The similar mathematical formula holds for any other estimate, for example for an estimate of parameter. What this formula tells us is that there are two forces in the MSE of estimate that impact its value. Minimisation MSE does not imply that we reduce both of them, but most probably we are reducing one at the cost of another. The classical plot based on this looks as shown in Figure 17.6.

This plot shows the basic principles: with increase of complexity, the bias of estimate decreases, but its variance increases. There is typically the specific type of model (the point on Complexity axis) that minimises MSE (the vertical line on the plot), which will have some combination of variance and bias. But in practice, this point does not guarantee that we will have an accurate adequate model. In some situations we might prefer moving to the left on the plot in Figure 17.6, sacrificing unbiasedness of model to get the reduced variance. The model selection, model combinations and regularisation methods all aim to find the sweet spot on the plot for the specific sample available to the analyst.

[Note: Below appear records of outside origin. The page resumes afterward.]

def _draw_close_up(made: pages.Page, view: View, section: Section, close_up) -> None:
    low, high, _ = close_up
    ax = made.detail
    _fill_bodies(ax, view, section)
    if view.mesh.dim == 2:
        _draw_boundaries(ax, view, tagged=False)
    ax.set_xlim(low[0] * 1e3, high[0] * 1e3)
    ax.set_ylim(low[1] * 1e3, high[1] * 1e3)
    ax.set_xticks([])
    ax.set_yticks([])
    centre = (low + high) / 2 * 1e3
    made.ax.plot(*centre, marker="s", markersize=9, markerfacecolor="none", markeredgecolor=style.INK, zorder=8)
    # "A" beside the marker, on the side where there is drawing
    limits = np.array([made.ax.get_xlim(), made.ax.get_ylim()])
    side = np.where(centre < limits.mean(axis=1), 1, -1)
    made.ax.annotate("A", centre, xytext=13 * side, textcoords="offset points", ha="center", va="center",
                     size=style.TEXT, weight="bold", path_effects=style.halo(2.5), zorder=9)  # fmt: skip
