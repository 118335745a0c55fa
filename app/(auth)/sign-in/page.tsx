import type { Metadata } from 'next';
import { redirect } from 'next/navigation';
import { homeOf } from '@/components/shell/home-of';
import { sessionActor } from '@/lib/http/request-actor';
import { SignInForm } from '../_components/sign-in-form';

export const metadata: Metadata = { title: 'Sign in' };

export default async function SignInPage() {
  const actor = await sessionActor();
  if (actor) redirect(homeOf(actor.role));
  return <SignInForm />;
}
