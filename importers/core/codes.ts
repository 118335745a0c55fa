/**
 * Every diagnostic that an importer can give, with one line of documentation each. Codes are
 * stable: people's filters, tests and support answers refer to them.
 */
const DIAGNOSTIC_CODES = {
  'file.empty': 'The file has no bytes, or nothing but blank lines.',
  'file.tooLarge': 'The file is larger than the importer reads.',
  'file.notText': 'The content is not delimited text: a PDF, workbook, picture, archive or page.',
  'file.encodingGuessed': 'The file does not say its encoding; it was inferred from the bytes.',
  'file.badBytes': 'Some bytes are not valid in the encoding and were replaced.',
  'file.delimiterGuessed': 'More than one character could separate the columns; one was chosen.',
  'file.oneColumn': 'No separator gives more than one column.',
  'file.tooManyRows': 'The file has more rows than the importer reads.',
  'file.tooManyColumns': 'A row has more columns than the importer reads.',
  'file.noLines': 'No row of the file could be taken as a billed line.',
  'header.notFound': 'No row of column titles was found; columns were told by their content.',
  'header.repeated': 'The column titles appear again further down and were passed over.',
  'layout.headerChanged': 'The remembered titles are not in this file; columns were guessed anew.',
  'layout.columnOutside': 'The layout names a column that the file does not have.',
  'mapping.guessed': 'A column was recognised by its content or an unusual title.',
  'mapping.amountMissing': 'No column holds amounts, and none can be worked out.',
  'mapping.amountComputed': 'No amount column: amounts were worked out as quantity × unit price.',
  'mapping.dateMissing': 'No column holds dates.',
  'mapping.descriptionMissing': 'No column holds descriptions or item codes.',
  'date.orderGuessed': 'The dates can be read month first or day first; one was chosen.',
  'date.orderMixed': 'Some dates can only be month first and others only day first.',
  'number.markGuessed': 'The numbers can be read with point or comma as decimal mark.',
  'row.unbalancedQuote': 'A quotation mark is opened and never closed.',
  'row.strayQuote': 'A quoted cell contains a quotation mark that is not doubled.',
  'row.extraColumns': 'The row has more filled cells than there are columns.',
  'row.missingColumns': 'The row has fewer cells than there are columns, and lacks a needed one.',
  'row.repeated': 'The same line stands more than once in this file.',
  'row.note': 'The row holds words only: no date, ticket or amount.',
  'row.signTurned': 'A payment or credit was printed without a minus sign and counted as one.',
  'row.chargeUnknown': 'The description does not tell what is charged.',
  'row.alreadyImported': 'The line is already in the ledger from an earlier import.',
  'cell.tooLong': 'A cell is longer than the importer reads.',
  'cell.dateUnreadable': 'The cell is not a date.',
  'cell.dateMissing': 'The row has no date.',
  'cell.numberUnreadable': 'The cell is not a number.',
  'cell.amountMissing': 'The row has no amount.',
  'cell.spoiledNumber': 'A spreadsheet has shortened a long number; its last digits are lost.',
  'cell.bothAmounts': 'The row has an amount both as a charge and as a credit.',
  'line.extensionDiffers': 'Quantity × unit price is not the printed amount.',
  'line.taxIncludedGuessed':
    'The line has tax of its own; whether the amount includes it is unsure.',
  'totals.differ': 'A printed total is not the sum of the lines that it covers.',
  'statement.doesNotRoll': 'Opening balance and lines do not come to the closing balance.',
} as const;

export type DiagnosticCode = keyof typeof DIAGNOSTIC_CODES;

export const DIAGNOSTIC_CODE_LIST = Object.keys(DIAGNOSTIC_CODES) as DiagnosticCode[];
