import { route } from '@/lib/http/route';
import { jobChoices } from '@/lib/services/jobs/job-choices';

export const GET = route(jobChoices);
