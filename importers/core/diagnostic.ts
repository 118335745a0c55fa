import { z } from 'zod';
import { DIAGNOSTIC_CODE_LIST, type DiagnosticCode } from './codes';

export const SEVERITIES = ['error', 'warning', 'guess'] as const;
export type Severity = (typeof SEVERITIES)[number];

const placeSchema = z.object({
  file: z.string(),
  /** Physical line of the file, from 1; null where the whole file is meant. */
  line: z.number().int().min(1).nullable(),
  /** The column's title, or "column 3" where it has none. */
  column: z.string().nullable(),
  columnIndex: z.number().int().min(0).nullable(),
});

/** One thing that a person should know about a file, precise enough to go and look at it. */
export const diagnosticSchema = z.object({
  code: z.enum(DIAGNOSTIC_CODE_LIST),
  severity: z.enum(SEVERITIES),
  place: placeSchema,
  /** The text as it stands in the file. */
  raw: z.string().nullable(),
  expected: z.string().nullable(),
  got: z.string().nullable(),
  /** What to do next. */
  hint: z.string().nullable(),
  sentence: z.string(),
  /** A second place that bears on it: the line repeated, the total that differs. */
  also: placeSchema.nullable(),
});
export type Diagnostic = z.infer<typeof diagnosticSchema>;

/** What the finder of a problem states; the rest has defaults. */
export interface Observation {
  readonly code: DiagnosticCode;
  readonly severity: Severity;
  readonly sentence: string;
  readonly line?: number;
  readonly column?: string;
  readonly columnIndex?: number;
  readonly raw?: string;
  readonly expected?: string;
  readonly got?: string;
  readonly hint?: string;
  readonly alsoLine?: number;
}

/** Diagnostics are shown to a person: beyond this many of one severity, the number will do. */
const SHOWN_PER_SEVERITY = 100;
const RAW_SHOWN = 200;

export interface DiagnosticList {
  readonly diagnostics: Diagnostic[];
  /** How many more there are than are listed. */
  readonly more: number;
  readonly counts: Readonly<Record<Severity, number>>;
}

/** Collects everything that is found in one file, in order, with a cap for each severity. */
export class DiagnosticCollector {
  private readonly shown: Diagnostic[] = [];
  private readonly counts: Record<Severity, number> = { error: 0, warning: 0, guess: 0 };

  constructor(private readonly file: string) {}

  add(found: Observation): void {
    this.counts[found.severity] += 1;
    if (this.counts[found.severity] > SHOWN_PER_SEVERITY) return;
    this.shown.push({
      code: found.code,
      severity: found.severity,
      place: {
        file: this.file,
        line: found.line ?? null,
        column: found.column ?? null,
        columnIndex: found.columnIndex ?? null,
      },
      raw: found.raw === undefined ? null : found.raw.slice(0, RAW_SHOWN),
      expected: found.expected ?? null,
      got: found.got?.slice(0, RAW_SHOWN) ?? null,
      hint: found.hint ?? null,
      sentence: found.sentence,
      also:
        found.alsoLine === undefined
          ? null
          : { file: this.file, line: found.alsoLine, column: null, columnIndex: null },
    });
  }

  list(): DiagnosticList {
    const total = this.counts.error + this.counts.warning + this.counts.guess;
    return {
      diagnostics: [...this.shown],
      more: total - this.shown.length,
      counts: { ...this.counts },
    };
  }
}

The bias-variance trade-off is also related to the discussion we had in Subsection 6.3.5: having a more biased but more efficient estimate of parameter (thus going to the left in Figure 17.6) might be more desirable than having the unbiased but inefficient estimate. This is because on small samples the former estimate will be typically closer to the true value than the latter one. This explains why model selection, model combinations and regularisation are important topics and have become so popular over the last few decades: they all allow deciding, where to be in the bias-variance trade-off in order to produce more accurate estimates of parameters based on the available sample of data.